Embodiments of the present invention will be specifically described below with reference to the drawings.

FIG. 1 shows the overall configuration of the powder discharge device, and FIG. 2 shows the relationship between the load and flow velocity at the vibration frequency of the vibrating feeder.

First, the control concept in this device will be explained with reference to FIG.

Each diagram in the figure shows the relationship between the load at each frequency '(l) to '(5) and the flow rate (mg/sec) which is the powder discharge rate from the vibratory feeder. Note that the relationship between frequency and flow velocity is such that below a certain frequency, the flow velocity increases as the frequency increases, but when the frequency is higher than that, the flow velocity decreases by increasing the frequency. The present invention is configured to perform control using a high frequency range in which the flow velocity decreases as the frequency increases.

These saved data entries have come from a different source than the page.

/** The shared window of several histories: every origin, and every ending that falls within reason. */
import type { Solution } from '../solve'
import type { Contents } from './contents'

export type Seen = Pick<Solution, 'origin' | 'end' | 'measures'>
/** a at times in Gyr from now, ascending; null where the history does not reach. */
export type Scales = (times: readonly number[]) => readonly (number | null)[]

export interface Entry<S extends Seen = Seen> {
  readonly solution: S
  readonly scales: Scales
  /** What dominates at a time; absent where nobody knows. */
  readonly contents?: (time: number) => Contents | null
}

export interface Window {
  /** Gyr from now. */
  readonly from: number
  readonly to: number
  /** Scale factor at the upper edge; the lower one is 0. */
  readonly top: number
}

// All numbers here are tuned by eye.
/** Past longer than this many Hubble times leaves by an arrow. */
const LONGEST_PAST = 12
/** Past without a beginning is shown for this many Hubble times. */
const ETERNAL_PAST = 1.4
/** A bounce shows this part of its time again before it. */
const BEFORE_BOUNCE = 0.6
/** Future without an ending, and the farthest ending, in units of the past. */
const PLAIN_FUTURE = 2.4
const FARTHEST = 10
const MARGIN = 1.05
/** Largest scale factors for those that turn and for those that do not. */
const TURNING_TOP = 12
const PLAIN_TOP = 5
const LEAST_TOP = 1.25
const HEADROOM = 1.15

export function windowOf(entries: readonly Entry[]): Window {
  const past = Math.max(...entries.map(({ solution }) => pastOf(solution)))
  const to = futureOf(
    entries.map(({ solution }) => solution),
    past,
  )
  const top = Math.max(LEAST_TOP, ...entries.map((entry) => topOf(entry, to)))
  return { from: -past * MARGIN, to, top }
}

function pastOf({ origin, measures }: Seen): number {
  const hubbleTime = measures.hubbleTime.value ?? 1
  if (origin.time === null) return ETERNAL_PAST * hubbleTime
  const before = origin.kind === 'bounce' || origin.kind === 'oscillating' ? 1 + BEFORE_BOUNCE : 1
  return Math.min(-origin.time * before, LONGEST_PAST * hubbleTime)
}

function futureOf(solutions: readonly Seen[], past: number): number {
  const events = solutions.map((one) => lastEvent(one, FARTHEST * past))
  const shown = events.filter((time) => time !== null)
  const least = shown.length === events.length ? 0.5 * past : PLAIN_FUTURE * past
  return Math.max(least, ...shown.map((time) => time * MARGIN))
}

/** The ending, else the turn, if it comes before `limit`. */
function lastEvent({ end }: Seen, limit: number): number | null {
  const times = [end.time, end.turnaround?.time ?? null]
  return times.find((time) => time !== null && time <= limit) ?? null
}

function topOf({ solution, scales }: Entry, to: number): number {
  const { end } = solution
  const turn = end.turnaround
  if (turn !== null && turn.time <= to) return Math.min(TURNING_TOP, turn.scale * HEADROOM)
  const times = [0.25, 0.5, 0.75, 1].map((part) => part * Math.min(to, end.time ?? to))
  const reached = Math.max(...scales(times).map((scale) => scale ?? PLAIN_TOP), end.kind === 'rip' ? PLAIN_TOP : 0)
  return Math.min(PLAIN_TOP, reached * HEADROOM)
}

First, a vibrating feeder is filled with granular material, its load is set to L1, and the flow rate to be kept constant regardless of a decrease in the load is set to Q (mg/sec). In this state, the frequency required to achieve the flow velocity Q is f(1), as is clear from the figure. However, if the load decreases as the granules are discharged, the frequency f(1) will become higher than the set flow rate Q. Therefore, in the load L2, the higher frequency r(2) is used to maintain the flow velocity at a value substantially close to the set flow velocity Q. In addition, from frequency f(1) to [ku2)
The frequency f (1) is used during the time when the flow rate changes to Q, and therefore, cutting is performed on the assumption that the flow rate gradually becomes higher than the set flow rate Q. Subsequently, when the load becomes L2, the frequency is set to higher f(2), the flow velocity is lowered, and the flow velocity is adjusted to the set flow velocity Q again. In this way, the loads L3, L4, L
5 and gradually decrease the frequency to a higher frequency f(
3) By switching to , r(4>, f(5)), it is possible to maintain the flow velocity at Q or a value close to this even if a change (decrease) in load occurs.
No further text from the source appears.